Just a few years ago, Rep. Chris Stewart proposed to slaughter the wild horses, but Congress rejected this idea. The next move was the Incentive Adoption Program. That program was to gather, remove, and give the wild horses to the public for $1000, with a caveat to keep them for a year; then do with them what you want…even to put them in the slaughter pipeline.  The Bureau of Land Management (BLM) says that happens infrequently. Yet every day in the social media wild horses are advertised as being in kill pens aka auction yards, from the NW to the SE and from the NE to the SW…not just 1-2 horses but 10-20 on average with some projected to be 1000 to 2000 yearly. Kind-hearted souls wanting to rescue them from the kill pens are becoming exhausted, now out of funds to help purchase them.

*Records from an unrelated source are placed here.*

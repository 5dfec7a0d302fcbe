package scm

import (
	"encoding/binary"
	"math/rand/v2"
)

// BlockSize is the number of records drawn from one random stream. Record j
// lies in block j/BlockSize; its noise depends only on (seed, stream, block)
// and its position in the block, so results do not depend on how blocks are
// shared among goroutines.
const BlockSize = 4096

// Random streams: the two groups' samples and the hybrid simulation draw
// from distinct streams of the same seed.
const (
	streamReference  = 1
	streamComparison = 2
	streamHybrid     = 3
)

// blockRand returns the ChaCha8 generator of one block of one stream. The
// key packs (seed, stream, block), so distinct blocks get independent
// streams.
func blockRand(seed uint64, stream, block int) *rand.Rand {
	var key [32]byte
	binary.LittleEndian.PutUint64(key[0:], seed)
	binary.LittleEndian.PutUint64(key[8:], uint64(stream))
	binary.LittleEndian.PutUint64(key[16:], uint64(block))
	copy(key[24:], "scm-crn!")
	return rand.New(rand.NewChaCha8(key))
}

// drawNoise fills u and z (length k) with one record's noise: for every node
// in order, first z ~ N(0,1), then u ~ Uniform[0,1). Both are drawn even if
// an equation ignores one, so every node's noise is the same in every
// coalition.
func drawNoise(r *rand.Rand, u, z []float64) {
	for i := range u {
		z[i] = r.NormFloat64()
		u[i] = r.Float64()
	}
}
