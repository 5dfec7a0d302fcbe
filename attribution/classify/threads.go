package classify

import (
	"runtime"
	"sync"
	"sync/atomic"
)

// Threaded is implemented by learners whose Fit, and whose fitted models'
// LogOdds, spread their work over several goroutines. A caller that already
// runs several fits at once (one per goroutine) asks each learner for a copy
// limited to fewer goroutines, so that the goroutines doing work do not
// outnumber the processors. Results never depend on the thread count: work
// is cut into fixed blocks whose partial results are reduced in block order.
type Threaded interface {
	Learner
	// WithThreads returns a copy of the learner whose Fit and models use at
	// most n goroutines; n ≤ 0 means GOMAXPROCS.
	WithThreads(n int) Learner
}

// threadCount resolves a Threads setting: n > 0 is used as is, n ≤ 0 means
// GOMAXPROCS.
func threadCount(n int) int {
	if n > 0 {
		return n
	}
	return runtime.GOMAXPROCS(0)
}

// parallelIndex calls fn(i) for i = 0 … n−1 on up to threads goroutines
// (threads ≤ 0 means GOMAXPROCS). Each call must write only to state owned
// by its index, so the outcome does not depend on scheduling.
func parallelIndex(threads, n int, fn func(i int)) {
	workers := min(n, threadCount(threads))
	if workers <= 1 {
		for i := range n {
			fn(i)
		}
		return
	}
	var next atomic.Int64
	var wg sync.WaitGroup
	for range workers {
		wg.Go(func() {
			for {
				i := int(next.Add(1) - 1)
				if i >= n {
					return
				}
				fn(i)
			}
		})
	}
	wg.Wait()
}
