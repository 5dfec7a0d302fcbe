package classify

// WarmStarter is a learner that can start its fit from a model it fitted
// before on similar data, such as a bootstrap replicate's refit starting
// from the full-data fit. The minimiser, and so the fitted model, is the
// same as from the cold start up to the solver's tolerance; only the
// number of iterations changes.
type WarmStarter interface {
	Learner
	// WithWarmStart returns a copy of the learner that starts from m, or
	// the learner unchanged when m is not a model of its kind.
	WithWarmStart(m Model) Learner
}

// WithWarmStart returns a copy of l whose fits start from m's
// coefficients (see Linear.Warm); l itself if m is not a *LogisticModel.
func (l Linear) WithWarmStart(m Model) Learner {
	if lm, ok := m.(*LogisticModel); ok {
		l.Warm = lm
	}
	return l
}

// WithWarmStart returns a copy of e whose fits start from m's
// coefficients (see Expanded.Warm); e itself if m is not a
// *LogisticModel.
func (e Expanded) WithWarmStart(m Model) Learner {
	if lm, ok := m.(*LogisticModel); ok {
		e.Warm = lm
	}
	return e
}

// WithWarmStart returns a copy of b whose Start learner starts from the
// start model of m (a *BoostedModel whose trees grew from a fitted start),
// when Start is a WarmStarter; b itself otherwise. The trees are grown
// afresh.
func (b Boosted) WithWarmStart(m Model) Learner {
	bm, ok := m.(*BoostedModel)
	if !ok || bm.start == nil {
		return b
	}
	if ws, ok := b.Start.(WarmStarter); ok {
		b.Start = ws.WithWarmStart(bm.start.model)
	}
	return b
}

// startFor writes m's intercept and coefficients into theta (intercept
// first) and returns true when m is non-nil and its basis has the same
// raw column count and terms as b, so that its coefficients apply to the
// new design term by term. The new design standardises its terms on its
// own rows, so the start is close to the new minimiser, not at it, when
// the rows differ (a resample of the same records: means and scales move
// by O(n^−½)). Otherwise theta is left as it is.
func (m *LogisticModel) startFor(b *basis, theta []float64) bool {
	if m == nil || m.b.p != b.p || len(m.b.terms) != len(b.terms) || len(theta) != 1+len(m.coef) {
		return false
	}
	for k, t := range m.b.terms {
		if b.terms[k] != t {
			return false
		}
	}
	theta[0] = m.intercept
	copy(theta[1:], m.coef)
	return true
}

Recently six, two year old wild horses were purchased from a kill pen in Colorado. They had had a long journey from Litchfield, CA or Fallon, NV to Brighton Springs, WY, to MT, and on to a fairground in the Dakotas where they were to become part of the Adoption Incentive Program.  There they were purchased by couples 4 each for $8000, or by singles 4 each for $4000. Some of the horses went to a couple who run the Bar S Rodeo Co. in ND. with the wife saying to an informant, the wild horses were used in the rodeo. One year later, after two virtual meetings, titled horses and $8000 in pocket, the wild horses were dumped in the Philip Auction Yard  in SD and driven to Fabrizius Auction Yard in CO. There they were purchased by a “kind-hearted soul” who found them at two years old, pregnant, with alopecia (hair loss likely due to stress), with lost or crooked tails, head shy, and flighty. The damage was done with movement now to try to repair them to trust a human.

Cars, cars, cars, trailers lined up this past week to take young wild horses from Rock Springs in WY. Fill out an application, stamp “approved,” quickly take a horse , no time to assess them, done. With so many in kill pens now, it is likely many more through this seemingly  superficial program, will end up in kill pens as well or in isolating  pastures, or in filthy corrals. Yes, there are those who also will end up in good, safe homes. Yet this program appears to be a sneaky way to get rid of our American treasures with taxpayers footing the bill only to further brutalize the voiceless in our society. When does it stop? I would ask those of you who have taken these wild horses out of kill pens to look into their background, to write about it, to contact your lawmakers re: your findings, and to approach the BLM to refine or forget this insensitive, evildoing program.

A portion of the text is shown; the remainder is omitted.